- **What is required**
Although the data below holds other lines too, output only those from the line with "# same seed" up to and including the line with "assert sums.var() == pytest.approx(lam_sum.mean()", exactly as they appear.

[Collected data entries]
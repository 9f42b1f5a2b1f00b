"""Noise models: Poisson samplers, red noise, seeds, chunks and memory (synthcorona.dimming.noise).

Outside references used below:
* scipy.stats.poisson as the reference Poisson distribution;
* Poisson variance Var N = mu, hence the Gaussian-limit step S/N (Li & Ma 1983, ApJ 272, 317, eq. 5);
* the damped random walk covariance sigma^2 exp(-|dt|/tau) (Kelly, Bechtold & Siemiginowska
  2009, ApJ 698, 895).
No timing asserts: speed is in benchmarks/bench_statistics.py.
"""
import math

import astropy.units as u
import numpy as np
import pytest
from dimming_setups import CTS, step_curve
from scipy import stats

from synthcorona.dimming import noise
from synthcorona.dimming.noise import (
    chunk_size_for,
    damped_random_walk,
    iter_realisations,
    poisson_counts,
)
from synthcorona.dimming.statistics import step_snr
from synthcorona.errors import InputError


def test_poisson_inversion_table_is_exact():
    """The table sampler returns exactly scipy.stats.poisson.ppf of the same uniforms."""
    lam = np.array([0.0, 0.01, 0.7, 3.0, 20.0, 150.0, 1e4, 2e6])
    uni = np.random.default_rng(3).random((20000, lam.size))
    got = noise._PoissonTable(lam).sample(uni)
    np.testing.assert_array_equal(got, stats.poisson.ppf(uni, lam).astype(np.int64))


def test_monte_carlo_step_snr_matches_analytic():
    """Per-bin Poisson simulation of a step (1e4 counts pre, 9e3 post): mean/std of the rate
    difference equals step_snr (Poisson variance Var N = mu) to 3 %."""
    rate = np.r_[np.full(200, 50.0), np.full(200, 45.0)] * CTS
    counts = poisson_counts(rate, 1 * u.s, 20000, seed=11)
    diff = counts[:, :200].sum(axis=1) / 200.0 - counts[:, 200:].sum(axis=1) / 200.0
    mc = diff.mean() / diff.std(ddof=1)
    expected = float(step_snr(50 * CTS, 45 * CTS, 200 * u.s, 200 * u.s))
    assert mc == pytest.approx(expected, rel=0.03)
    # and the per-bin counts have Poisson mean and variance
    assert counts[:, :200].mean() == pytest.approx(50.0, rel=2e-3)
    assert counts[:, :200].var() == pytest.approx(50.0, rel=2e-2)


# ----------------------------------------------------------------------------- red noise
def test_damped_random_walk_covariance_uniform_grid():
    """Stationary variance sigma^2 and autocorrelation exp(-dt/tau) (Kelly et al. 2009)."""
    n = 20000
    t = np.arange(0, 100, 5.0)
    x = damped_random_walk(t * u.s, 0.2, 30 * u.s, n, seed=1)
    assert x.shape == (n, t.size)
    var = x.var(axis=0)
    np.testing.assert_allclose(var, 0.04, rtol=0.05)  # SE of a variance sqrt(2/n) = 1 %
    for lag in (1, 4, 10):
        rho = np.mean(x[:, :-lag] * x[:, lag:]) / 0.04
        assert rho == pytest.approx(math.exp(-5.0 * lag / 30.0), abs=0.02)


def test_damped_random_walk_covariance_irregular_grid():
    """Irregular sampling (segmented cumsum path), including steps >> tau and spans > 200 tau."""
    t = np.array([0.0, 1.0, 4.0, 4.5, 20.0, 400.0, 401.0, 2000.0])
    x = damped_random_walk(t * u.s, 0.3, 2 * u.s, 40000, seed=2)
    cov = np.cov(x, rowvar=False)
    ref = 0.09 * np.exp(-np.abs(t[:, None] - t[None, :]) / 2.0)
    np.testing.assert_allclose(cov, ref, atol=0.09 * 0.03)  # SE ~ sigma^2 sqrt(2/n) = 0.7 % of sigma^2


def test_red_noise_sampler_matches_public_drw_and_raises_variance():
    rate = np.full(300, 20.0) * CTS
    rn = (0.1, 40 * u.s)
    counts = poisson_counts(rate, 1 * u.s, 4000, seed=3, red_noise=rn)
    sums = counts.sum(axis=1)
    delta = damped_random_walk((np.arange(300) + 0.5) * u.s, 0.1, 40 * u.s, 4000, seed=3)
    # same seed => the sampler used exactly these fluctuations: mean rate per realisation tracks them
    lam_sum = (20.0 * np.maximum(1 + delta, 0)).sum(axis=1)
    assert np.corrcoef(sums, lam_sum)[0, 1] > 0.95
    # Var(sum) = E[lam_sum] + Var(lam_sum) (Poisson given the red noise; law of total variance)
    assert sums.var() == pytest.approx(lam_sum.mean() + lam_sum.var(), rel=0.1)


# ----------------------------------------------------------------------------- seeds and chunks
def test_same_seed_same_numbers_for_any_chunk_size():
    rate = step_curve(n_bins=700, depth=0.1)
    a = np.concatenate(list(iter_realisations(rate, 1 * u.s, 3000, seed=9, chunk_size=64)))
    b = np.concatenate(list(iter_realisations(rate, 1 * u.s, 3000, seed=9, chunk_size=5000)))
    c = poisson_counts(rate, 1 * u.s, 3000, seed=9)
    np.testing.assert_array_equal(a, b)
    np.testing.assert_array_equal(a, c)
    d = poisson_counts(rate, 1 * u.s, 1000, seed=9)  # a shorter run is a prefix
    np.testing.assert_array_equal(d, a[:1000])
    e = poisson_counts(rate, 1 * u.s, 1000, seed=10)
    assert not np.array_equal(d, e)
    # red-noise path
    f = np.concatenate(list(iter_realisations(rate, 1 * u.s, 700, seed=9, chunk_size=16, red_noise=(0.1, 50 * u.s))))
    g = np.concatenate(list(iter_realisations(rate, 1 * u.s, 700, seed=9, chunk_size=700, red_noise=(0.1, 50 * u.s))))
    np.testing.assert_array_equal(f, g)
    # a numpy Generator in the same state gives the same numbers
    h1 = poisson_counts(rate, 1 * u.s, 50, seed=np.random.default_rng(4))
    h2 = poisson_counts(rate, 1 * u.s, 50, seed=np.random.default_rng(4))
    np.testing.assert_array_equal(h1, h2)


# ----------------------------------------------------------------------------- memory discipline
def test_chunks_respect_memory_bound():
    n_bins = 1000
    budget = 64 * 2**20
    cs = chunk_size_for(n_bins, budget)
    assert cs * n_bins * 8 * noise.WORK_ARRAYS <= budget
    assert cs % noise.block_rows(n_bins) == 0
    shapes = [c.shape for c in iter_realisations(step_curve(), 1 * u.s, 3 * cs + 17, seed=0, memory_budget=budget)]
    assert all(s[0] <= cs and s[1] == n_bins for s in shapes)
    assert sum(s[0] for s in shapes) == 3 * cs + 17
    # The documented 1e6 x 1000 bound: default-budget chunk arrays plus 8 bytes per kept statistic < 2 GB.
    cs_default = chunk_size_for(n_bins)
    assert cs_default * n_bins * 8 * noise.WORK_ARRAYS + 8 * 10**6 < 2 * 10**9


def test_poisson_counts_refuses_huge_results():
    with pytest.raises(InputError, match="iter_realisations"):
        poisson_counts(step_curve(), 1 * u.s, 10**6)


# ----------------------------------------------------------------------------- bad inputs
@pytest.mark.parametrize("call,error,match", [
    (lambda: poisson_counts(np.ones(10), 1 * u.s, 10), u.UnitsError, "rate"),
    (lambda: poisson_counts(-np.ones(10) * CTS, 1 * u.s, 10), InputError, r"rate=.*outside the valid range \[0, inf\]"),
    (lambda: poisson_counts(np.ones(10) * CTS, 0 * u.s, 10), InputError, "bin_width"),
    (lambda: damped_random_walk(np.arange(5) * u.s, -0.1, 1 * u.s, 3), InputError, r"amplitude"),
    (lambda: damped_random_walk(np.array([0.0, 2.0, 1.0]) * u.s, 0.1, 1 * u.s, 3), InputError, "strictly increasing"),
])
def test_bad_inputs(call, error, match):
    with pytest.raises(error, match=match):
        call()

- **Exercise response**
    # same seed => the sampler used exactly these fluctuations: mean rate per realisation tracks them
    lam_sum = (20.0 * np.maximum(1 + delta, 0)).sum(axis=1)
    assert np.corrcoef(sums, lam_sum)[0, 1] > 0.95
    # Var(sum) = E[lam_sum] + Var(lam_sum) (Poisson given the red noise; law of total variance)
    assert sums.var() == pytest.approx(lam_sum.mean() + lam_sum.var(), rel=0.1)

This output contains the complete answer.